■徐々に増え始めた「シートベンチレーション」
クルマで移動する際、外気の影響によって室内環境は大きく変化します。特にエンジン始動直後の室内温度は、夏であれば非常に暑く、冬の場合はかなり寒いという状況です。
暑い車内を一番早く冷やすには エアコン使用? 窓全開? それとも…
従来であれば、カーエアコンによって室内温度が適温になるまで待つしかありませんでした。しかし、最近では、「シートヒーター」や「シートクーラー」(以下:シートベンチレーション)を装備するクルマも徐々に増えてきています。
まず、「シートヒーター」とは、シート内部に電熱線が組み込まれ、そこに電気を通すことによって暖かくなる仕組みです。10年ほど前から国産車にも普及されはじめました。
カーエアコンと違い、身体に接しているシート自体を発熱させるため外気環境に関わらず、身体を早く温めることができます。また、「シートヒーター」を使用した場合、カーエアコンの風量を抑えることができるため、冬場の乾燥しやすい環境を緩和することもできます。
現在では、高級車から軽自動車まで幅広い車種に標準やオプションで装備されています。上位グレードでは、後部座席に備え付けられているものも存在し、一般的な機能といえるまで普及しています。
また、最近では夏場の暑さを抑制する「シートベンチレーション」も徐々に増えてきています。数年前までは、高級輸入車メーカーの一部グレードで搭載されるほどでしたが、いまは国産メーカーでも採用され始めています。

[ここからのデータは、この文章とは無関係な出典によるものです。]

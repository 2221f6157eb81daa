#!/usr/bin/env python3
"""Batch-1 decode: the numpy engine against a torch eager model holding the same weights.

Same prompt, same greedy decoding, one run.  Fairness: the torch side uses a KV
cache, inference mode and computes only the chosen experts; both sides use one
thread (BLAS and torch intra-op pinned to 1).  Also printed: the bandwidth
bound (weight bytes a decode step must read, divided by this machine's
measured memory-copy bandwidth) and each engine's share of it.

It imports ``_bench`` first, before numpy and moerun: one BLAS thread, and the helpers the
benchmarks share.
"""

from __future__ import annotations

import argparse
import json
import time

import _bench  # first: one BLAS thread before numpy is imported; the shared helpers

import moerun
from moerun.model.sampling import Sampling


def active_bytes_per_token(store) -> int:
    """Weight bytes one decode step reads: attention, norms, routers, the output projection, top_k experts per layer."""
    import math

    c = store.config
    shapes = c.dense_shapes()  # float32 in memory

    def nbytes(name):
        return 4 * math.prod(shapes[name])

    per_layer = sum(nbytes(f"layers.0.{n}") for n in ("attn_norm", "moe_norm", "attn.wq", "attn.wk", "attn.wv", "attn.wo", "router"))
    head = nbytes("embed") if c.tied_embeddings else nbytes("lm_head")
    row = c.d_model * 4
    return c.n_layers * (per_layer + c.top_k * store.expert_nbytes) + head + nbytes("final_norm") + row


def numpy_decode(model, prompt_ids, n, repeats, **kw):
    best = 0.0
    tokens = None
    with moerun.load(model, **kw) as eng:
        for _ in range(repeats):
            g = eng.generate(prompt_ids=prompt_ids, max_new=n + 1, sampling=Sampling(temperature=0))
            best = max(best, g.decode_tok_s)
            tokens = g.new_ids
    return best, tokens


def torch_decode(model, prompt_ids, n, repeats):
    import torch

    from moerun.checks.torch_twin import TorchMoE

    torch.set_num_threads(1)
    tm = TorchMoE.from_model_dir(model)
    best = 0.0
    tokens = None
    for _ in range(repeats):
        with torch.inference_mode():
            logits = tm.prefill(prompt_ids)
            out = [int(torch.argmax(logits))]
            t0 = time.perf_counter()
            for _ in range(n):
                logits = tm.decode_step(out[-1])
                out.append(int(torch.argmax(logits)))
            dt = time.perf_counter() - t0
        best = max(best, n / dt)
        tokens = out
    return best, tokens, torch.__version__


def main() -> int:
    ap = argparse.ArgumentParser(description=__doc__, formatter_class=argparse.RawDescriptionHelpFormatter)
    ap.add_argument("--model", default=None)
    ap.add_argument("--prompt", default="Cycle 19, day 4.")
    ap.add_argument("--tokens", type=int, default=200, help="decode steps to time")
    ap.add_argument("--repeats", type=int, default=3, help="runs per engine; the best is kept")
    ap.add_argument("--json", action="store_true")
    a = ap.parse_args()
    model = a.model or moerun.default_model_dir()
    with moerun.load(model) as eng:
        ids = eng.tokenizer.encode(a.prompt)
        active = active_bytes_per_token(eng.store)
        n = min(a.tokens, eng.config.max_seq_len - len(ids) - 1)
    bw = _bench.memcpy_bandwidth()
    bound = bw / active
    np_tok_s, np_tokens = numpy_decode(model, ids, n, a.repeats)
    bare_tok_s, _ = numpy_decode(model, ids, n, a.repeats, bare=True)
    doc = {
        "model": str(model),
        "blas_threads": 1,
        "decode_steps": n,
        "numpy_tok_s": np_tok_s,
        "numpy_bare_tok_s": bare_tok_s,
        "torch_tok_s": None,
        "ratio_numpy_over_torch": None,
        "active_weight_bytes_per_token": active,
        "memcpy_bytes_s": bw,
        "bandwidth_bound_tok_s": bound,
        "numpy_share_of_bound": np_tok_s / bound,
    }
    try:
        t_tok_s, t_tokens, tv = torch_decode(model, ids, n, a.repeats)
        doc.update(torch_tok_s=t_tok_s, torch_version=tv, ratio_numpy_over_torch=np_tok_s / t_tok_s,
                   torch_share_of_bound=t_tok_s / bound, same_greedy_tokens=t_tokens[: len(np_tokens)] == np_tokens[: len(t_tokens)])
    except ImportError:
        doc["torch_note"] = "torch is not installed: pip install -e '.[train]' to compare"
    if a.json:
        print(json.dumps(doc, indent=2))
        return 0
    print(f"batch-1 decode, {n} steps, greedy; {_bench.BLAS_NOTE} (torch intra-op too)")
    print(f"numpy engine (through the pool, all resident) {np_tok_s:8.0f} tok/s   ({100 * doc['numpy_share_of_bound']:.1f}% of bound)")
    print(f"numpy engine (bare, no pool)                  {bare_tok_s:8.0f} tok/s")
    if doc["torch_tok_s"]:
        print(f"torch {doc['torch_version']} eager, KV cache, chosen experts   {doc['torch_tok_s']:8.0f} tok/s   "
              f"({100 * doc['torch_share_of_bound']:.1f}% of bound)")
        print(f"numpy / torch = {doc['ratio_numpy_over_torch']:.2f}x (goal 1.5x); same greedy tokens: {doc['same_greedy_tokens']}")
    else:
        print(doc["torch_note"])
    print(f"bandwidth bound: {active / 2**20:.2f} MiB of weights per token / {bw / 1e9:.1f} GB/s memcpy = {bound:,.0f} tok/s")
    return 0


if __name__ == "__main__":
    raise SystemExit(main())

「シートベンチレーション」には、大きくふたつの仕組みが存在します。ひとつはシート内部から送風するタイプで素早く冷涼感を体感できるものです。もうひとつは、シート内部に吸い出し口を設けたタイプで、1点に送風する仕組みと違い、熱のこもりを吸い出し、乗員とシートの間の局所的な冷えを防止する効果があります。
■湿気や蒸れもなくし、快適性を向上
「シートベンチレーション」について、主な国産車では、トヨタ「ランドクルーザー」(ZX、AX“Gセレクション”に標準装備)、トヨタ「クラウン」(G-Executive、G-Executive Fourに標準装備)、マツダ「アテンザ」(25S L Package、XD L Packageに標準装備)、ホンダ「レジェンド」に採用され、レクサスでは、ほとんどの車種に「シートヒーター」や「シートベンチレーション」がオプション設定(一部標準装備)されています。

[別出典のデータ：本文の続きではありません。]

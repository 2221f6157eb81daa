"""Routing profiles (moerun-profile/1): written, read back, counted from a text or a trace, refused when bad."""

from __future__ import annotations

import json

import numpy as np
import pytest
from _jobs import as_json, cli_json, without

import moerun
from moerun.cli import main as cli
from moerun.errors import BadInput, BadOption
from moerun.files.profile import MAX_BYTES, Profile, counts_of, read_profile, write_profile


def _profile(counts, **model) -> Profile:
    counts = np.asarray(counts, np.int64)
    m = {"name": "t", "layers": counts.shape[0], "experts": counts.shape[1], "top_k": 2, "d_model": 16, **model}
    return Profile(counts, m, {"kind": "text", "file": "x.txt", "blake2b": "00", "tokens": 5}, {"max_tokens": None})


def test_a_profile_reads_back_as_written(tmp_path):
    p = _profile([[1, 0, 3], [2, 2, 0]])
    write_profile(tmp_path / "p.json", p)
    got = read_profile(tmp_path / "p.json")
    assert np.array_equal(got.counts, p.counts)
    assert got.model == p.model and got.source == p.source and got.settings == p.settings
    assert json.loads((tmp_path / "p.json").read_text())["schema"] == "moerun-profile/1"


def test_counts_of_routing_count_every_choice_and_skip_padding():
    ex = np.array([[[0, 2], [1, -1]], [[2, 0], [1, 0]]])  # [tokens, layers, k]
    assert counts_of(ex, 3).tolist() == [[2, 0, 2], [1, 2, 0]]


def test_a_profile_of_a_text_equals_the_profile_of_the_trace_record_writes_of_it(pebble, tmp_path):
    moerun.record(tmp_path / "t.npz", pebble, max_tokens=300)
    a = moerun.profile(tmp_path / "a.json", pebble, max_tokens=300)
    b = moerun.profile(tmp_path / "b.json", pebble, from_trace=tmp_path / "t.npz")
    pa, pb = read_profile(tmp_path / "a.json"), read_profile(tmp_path / "b.json")
    assert np.array_equal(pa.counts, pb.counts) and a.expert_accesses == b.expert_accesses > 0
    assert pa.counts.sum() == a.tokens * pa.model["top_k"] * pa.model["layers"]  # every token chose top_k per layer
    assert pa.model == pb.model and pa.source["kind"] == "text" and pb.source["kind"] == "trace"


def test_profile_returns_what_the_command_prints(pebble, tmp_path, capsys):
    result = moerun.profile(tmp_path / "a.json", pebble, max_tokens=120)
    code, doc = cli_json(capsys, "profile", "--model", pebble, "--out", tmp_path / "b.json", "--max-tokens", 120)
    assert code == 0
    assert without(as_json(result.to_json()), "seconds", "profile") == without(doc, "seconds", "profile")


def _bad_docs(good: dict) -> list[tuple[str, object, str]]:
    def edit(**kw):
        d = json.loads(json.dumps(good))
        for path, v in kw.items():
            *head, last = path.split("__")
            t = d
            for h in head:
                t = t[h]
            t[last] = v
        return d

    rows = good["counts"]
    return [
        ("not an object", [1, 2], "not a JSON object"),
        ("wrong schema", edit(schema="moerun-probe/2"), "schema"),
        ("negative count", edit(counts=[[-1] + rows[0][1:]] + rows[1:]), "counts[0][0]"),
        ("fraction", edit(counts=[[0.5] + rows[0][1:]] + rows[1:]), "counts[0][0]"),
        ("expert out of range", edit(counts=[row + [1] for row in rows]), "counts[0] must be a list of"),
        ("layer missing", edit(counts=rows[:-1]), "counts must be a list of"),
        ("top_k above experts", edit(model__top_k=99), "top_k"),
        ("no source", edit(source=None), "source.kind"),
        ("huge shape", edit(model__layers=1 << 20, model__experts=1 << 20), "more than"),
    ]


@pytest.fixture(scope="module")
def pebble_profile(pebble, tmp_path_factory) -> tuple:
    d = tmp_path_factory.mktemp("prof")
    moerun.profile(d / "good.json", pebble, max_tokens=80)
    moerun.record(d / "t.npz", pebble, max_tokens=80)
    return d, json.loads((d / "good.json").read_text())


@pytest.mark.parametrize("command", ["generate", "replay", "plan"])
def test_bad_profiles_get_one_line_and_exit_2(pebble, scree, pebble_profile, tmp_path, capsys, command):
    d, good = pebble_profile
    files = []
    for label, doc, phrase in _bad_docs(good):
        f = tmp_path / f"{label.replace(' ', '_')}.json"
        f.write_text(json.dumps(doc))
        files.append((label, f, phrase))
    (tmp_path / "text.json").write_text("counts: lots")
    files.append(("not JSON", tmp_path / "text.json", "not a JSON document"))
    files.append(("an npz", d / "t.npz", "not UTF-8"))
    huge = tmp_path / "huge.json"
    with open(huge, "wb") as f:
        f.truncate(MAX_BYTES + 1)  # sparse: no disk used
    files.append(("huge", huge, "more than"))
    files.append(("missing", tmp_path / "nothing.json", "no such routing profile"))
    moerun.profile(tmp_path / "scree.json", scree, max_tokens=40)
    files.append(("another model", tmp_path / "scree.json", "a profile of another model"))
    shallow = dict(good, counts=good["counts"][:-1], model=dict(good["model"], layers=good["model"]["layers"] - 1))
    (tmp_path / "shallow.json").write_text(json.dumps(shallow))
    files.append(("wrong layer count", tmp_path / "shallow.json", "a profile of another model"))
    base = {"generate": ["generate", "--model", pebble, "--mem-cap", "14MiB", "--max-new", "2", "--prompt", "a"],
            "replay": ["replay", "--routing", d / "t.npz", "--no-baselines"],
            "plan": ["plan", "--model", pebble, "--routing", d / "t.npz", "--mem-cap", "14MiB", "--link-speed", "1GB/s"]}[command]
    for label, f, phrase in files:
        capsys.readouterr()
        code = cli.main([*map(str, base), "--warm-from", str(f)])
        out, err = capsys.readouterr()
        assert code == 2, label
        assert out == "", label
        assert err.count("\n") == 1 and phrase in err and "Traceback" not in err, (label, err)


def test_load_refuses_a_profile_of_another_model_and_a_warm_start_without_a_pool(pebble, scree, tmp_path):
    moerun.profile(tmp_path / "scree.json", scree, max_tokens=40)
    with pytest.raises(BadInput, match="another model"):
        moerun.load(pebble, mem_cap="14MiB", warm_from=tmp_path / "scree.json")
    with pytest.raises(BadOption, match="warm start"):
        moerun.load(pebble, bare=True, warm_from=tmp_path / "scree.json")
    with pytest.raises(BadOption, match="warm_from"):
        moerun.load(pebble, warm_from=3)


def test_profile_refuses_routing_options_with_a_trace_and_an_existing_output(pebble, pebble_profile, tmp_path, capsys):
    d, _ = pebble_profile
    for argv, phrase in (
        (["--from-trace", d / "t.npz", "--text", d / "good.json"], "give one or the other"),
        (["--from-trace", d / "t.npz", "--max-tokens", "5"], "give one or the other"),
        (["--from-trace", tmp_path / "none.npz"], "no such"),
    ):
        capsys.readouterr()
        code = cli.main(["profile", "--model", str(pebble), "--out", str(tmp_path / "p.json"), *map(str, argv)])
        out, err = capsys.readouterr()
        assert code == 2 and err.count("\n") == 1 and phrase in err, (argv, err)
    assert not (tmp_path / "p.json").exists()
    code = cli.main(["profile", "--model", str(pebble), "--out", str(d / "good.json"), "--from-trace", str(d / "t.npz")])
    assert code == 2 and "already exists" in capsys.readouterr().err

最近になって徐々に増えてきた「シートベンチレーション」について、マツダは次のように話します。
「マツダでは乗員の快適性を向上させるため、2018年5月に大幅改良したフラッグシップモデルのアテンザからシートベンチレーション機能を採用しています。シートベンチレーション機能とは、シートバックや座面など乗員の身体とシートが接触する部分の空気を換気することで、蒸れや熱のこもりを解消させるものです。
とくに夏場などの暑い時期に効果的な機能となり、快適な運転環境を提供します。ただしベンチレーション機能を装備していても、通気口がシートの一部にしかないと局所的に冷えたり蒸れたりして、『快適』とはいえませんが、今回のアテンザでは、座面/シートバックともに、身体に接触する部分のほぼすべてに吸い出し口を設置しています」
また、レクサスディーラーのセールススタッフは、「車種やグレードによって、シートヒーターやベンチレーションを付けることができます。とくに一度快適性を体感すると“装備がないクルマには戻れない”というお客様もいらっしゃるほどです」といいます。
日々、クルマの車内環境は向上しています。カーエアコンがオプション装備から標準になり、「シートヒーター」も標準装備になりつつあります。今後は、「シートベンチレーション」も一般的に普及し始めると、季節に関係なく快適なドライブが楽しめるでしょう。